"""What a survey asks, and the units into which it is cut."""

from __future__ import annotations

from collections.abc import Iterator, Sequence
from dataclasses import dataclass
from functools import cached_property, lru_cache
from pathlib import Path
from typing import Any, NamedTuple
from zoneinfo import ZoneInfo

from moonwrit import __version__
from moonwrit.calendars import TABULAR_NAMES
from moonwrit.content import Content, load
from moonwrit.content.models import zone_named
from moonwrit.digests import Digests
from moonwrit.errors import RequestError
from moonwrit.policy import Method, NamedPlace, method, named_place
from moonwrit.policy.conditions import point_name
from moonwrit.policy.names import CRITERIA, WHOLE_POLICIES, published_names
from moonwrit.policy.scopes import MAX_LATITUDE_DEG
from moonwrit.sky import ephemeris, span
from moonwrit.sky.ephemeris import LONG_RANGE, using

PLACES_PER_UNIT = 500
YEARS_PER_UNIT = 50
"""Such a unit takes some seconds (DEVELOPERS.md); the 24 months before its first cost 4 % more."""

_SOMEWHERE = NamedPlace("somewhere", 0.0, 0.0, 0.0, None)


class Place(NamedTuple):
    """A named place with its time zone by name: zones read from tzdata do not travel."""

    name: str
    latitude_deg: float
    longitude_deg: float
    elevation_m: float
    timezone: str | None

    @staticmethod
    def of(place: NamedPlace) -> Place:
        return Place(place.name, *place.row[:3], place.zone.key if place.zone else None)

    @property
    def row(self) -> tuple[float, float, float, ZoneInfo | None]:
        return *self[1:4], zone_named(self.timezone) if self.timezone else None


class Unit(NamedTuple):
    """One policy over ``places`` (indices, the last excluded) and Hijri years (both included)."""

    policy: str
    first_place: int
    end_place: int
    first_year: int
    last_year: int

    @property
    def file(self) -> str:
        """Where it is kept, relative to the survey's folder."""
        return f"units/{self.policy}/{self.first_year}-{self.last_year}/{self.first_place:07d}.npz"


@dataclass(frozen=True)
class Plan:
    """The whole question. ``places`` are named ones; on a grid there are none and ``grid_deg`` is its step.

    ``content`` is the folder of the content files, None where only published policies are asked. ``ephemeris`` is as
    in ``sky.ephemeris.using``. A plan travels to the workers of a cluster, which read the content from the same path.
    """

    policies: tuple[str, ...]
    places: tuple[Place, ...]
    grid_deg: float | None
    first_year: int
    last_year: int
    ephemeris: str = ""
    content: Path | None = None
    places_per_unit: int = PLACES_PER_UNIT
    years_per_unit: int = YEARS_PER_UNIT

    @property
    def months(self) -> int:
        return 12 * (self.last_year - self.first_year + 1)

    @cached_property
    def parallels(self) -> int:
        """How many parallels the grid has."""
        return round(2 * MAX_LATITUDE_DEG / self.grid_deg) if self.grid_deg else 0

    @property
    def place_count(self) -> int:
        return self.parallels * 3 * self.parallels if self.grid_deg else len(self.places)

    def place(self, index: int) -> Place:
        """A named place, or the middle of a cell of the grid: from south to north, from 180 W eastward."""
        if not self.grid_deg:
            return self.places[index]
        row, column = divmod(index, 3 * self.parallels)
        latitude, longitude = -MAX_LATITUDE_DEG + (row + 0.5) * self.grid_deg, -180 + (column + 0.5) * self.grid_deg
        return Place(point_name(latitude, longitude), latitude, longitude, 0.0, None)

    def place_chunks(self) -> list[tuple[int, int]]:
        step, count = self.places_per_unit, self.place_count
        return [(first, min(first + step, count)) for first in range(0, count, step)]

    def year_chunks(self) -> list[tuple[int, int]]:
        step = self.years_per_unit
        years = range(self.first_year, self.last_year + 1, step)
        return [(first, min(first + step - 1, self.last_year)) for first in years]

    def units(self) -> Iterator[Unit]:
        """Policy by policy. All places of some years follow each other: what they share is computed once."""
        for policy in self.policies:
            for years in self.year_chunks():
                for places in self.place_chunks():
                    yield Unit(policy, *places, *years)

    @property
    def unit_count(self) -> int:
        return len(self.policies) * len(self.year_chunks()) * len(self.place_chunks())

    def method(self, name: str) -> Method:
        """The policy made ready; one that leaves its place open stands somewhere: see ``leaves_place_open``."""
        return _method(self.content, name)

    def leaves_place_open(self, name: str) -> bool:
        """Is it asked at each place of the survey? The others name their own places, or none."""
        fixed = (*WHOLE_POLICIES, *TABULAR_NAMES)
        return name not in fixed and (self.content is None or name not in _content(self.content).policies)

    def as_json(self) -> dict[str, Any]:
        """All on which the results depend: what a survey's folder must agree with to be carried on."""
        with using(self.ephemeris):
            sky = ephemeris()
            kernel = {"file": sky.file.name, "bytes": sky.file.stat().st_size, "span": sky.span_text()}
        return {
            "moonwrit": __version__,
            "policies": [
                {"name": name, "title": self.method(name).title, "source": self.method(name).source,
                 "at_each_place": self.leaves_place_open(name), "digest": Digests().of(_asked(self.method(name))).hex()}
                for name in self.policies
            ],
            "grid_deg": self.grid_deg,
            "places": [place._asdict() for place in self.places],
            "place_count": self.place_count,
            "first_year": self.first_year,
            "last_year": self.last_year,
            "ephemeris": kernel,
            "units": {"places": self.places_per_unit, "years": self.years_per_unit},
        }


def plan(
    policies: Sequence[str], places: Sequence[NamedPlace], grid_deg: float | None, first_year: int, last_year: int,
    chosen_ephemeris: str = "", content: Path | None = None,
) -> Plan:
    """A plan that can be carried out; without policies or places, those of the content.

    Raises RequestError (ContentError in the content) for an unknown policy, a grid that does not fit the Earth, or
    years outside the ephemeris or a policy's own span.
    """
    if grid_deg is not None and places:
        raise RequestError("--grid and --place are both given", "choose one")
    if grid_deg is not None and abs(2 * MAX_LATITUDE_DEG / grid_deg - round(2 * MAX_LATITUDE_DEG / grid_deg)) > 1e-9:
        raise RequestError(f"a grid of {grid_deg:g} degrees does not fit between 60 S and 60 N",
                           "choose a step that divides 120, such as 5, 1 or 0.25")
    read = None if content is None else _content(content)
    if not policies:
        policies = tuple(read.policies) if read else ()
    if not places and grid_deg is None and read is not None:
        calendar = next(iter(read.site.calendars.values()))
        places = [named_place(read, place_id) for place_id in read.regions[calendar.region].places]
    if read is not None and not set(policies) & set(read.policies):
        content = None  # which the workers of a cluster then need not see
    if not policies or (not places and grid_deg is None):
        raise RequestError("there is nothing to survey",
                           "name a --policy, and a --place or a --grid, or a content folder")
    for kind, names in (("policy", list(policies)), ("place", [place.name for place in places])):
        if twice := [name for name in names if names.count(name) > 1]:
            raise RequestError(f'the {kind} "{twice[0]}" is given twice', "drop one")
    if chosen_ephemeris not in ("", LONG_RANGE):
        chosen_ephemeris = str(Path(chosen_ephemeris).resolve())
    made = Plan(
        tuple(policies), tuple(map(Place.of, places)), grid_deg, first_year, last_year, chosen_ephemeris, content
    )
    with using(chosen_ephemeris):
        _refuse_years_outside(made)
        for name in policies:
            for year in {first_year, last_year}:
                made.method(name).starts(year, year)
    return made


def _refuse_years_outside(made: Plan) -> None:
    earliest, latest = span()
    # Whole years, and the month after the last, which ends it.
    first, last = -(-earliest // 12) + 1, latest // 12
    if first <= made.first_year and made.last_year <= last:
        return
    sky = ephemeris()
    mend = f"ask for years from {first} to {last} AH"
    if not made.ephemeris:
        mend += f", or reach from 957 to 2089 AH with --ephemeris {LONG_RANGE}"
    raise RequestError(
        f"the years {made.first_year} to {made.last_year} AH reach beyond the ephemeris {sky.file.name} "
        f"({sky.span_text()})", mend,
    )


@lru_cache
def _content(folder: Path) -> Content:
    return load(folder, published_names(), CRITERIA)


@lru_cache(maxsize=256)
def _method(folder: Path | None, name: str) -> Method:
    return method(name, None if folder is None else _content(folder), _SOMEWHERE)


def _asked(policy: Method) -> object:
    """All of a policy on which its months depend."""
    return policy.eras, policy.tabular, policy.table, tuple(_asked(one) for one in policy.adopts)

§

EXERCISE PROMPT:
Every line in the data above that contains "survey" needs to be copied.

WRITTEN REPLY:
"""What a survey asks, and the units into which it is cut."""
        """Where it is kept, relative to the survey's folder."""
        """Is it asked at each place of the survey? The others name their own places, or none."""
        """All on which the results depend: what a survey's folder must agree with to be carried on."""
        raise RequestError("there is nothing to survey",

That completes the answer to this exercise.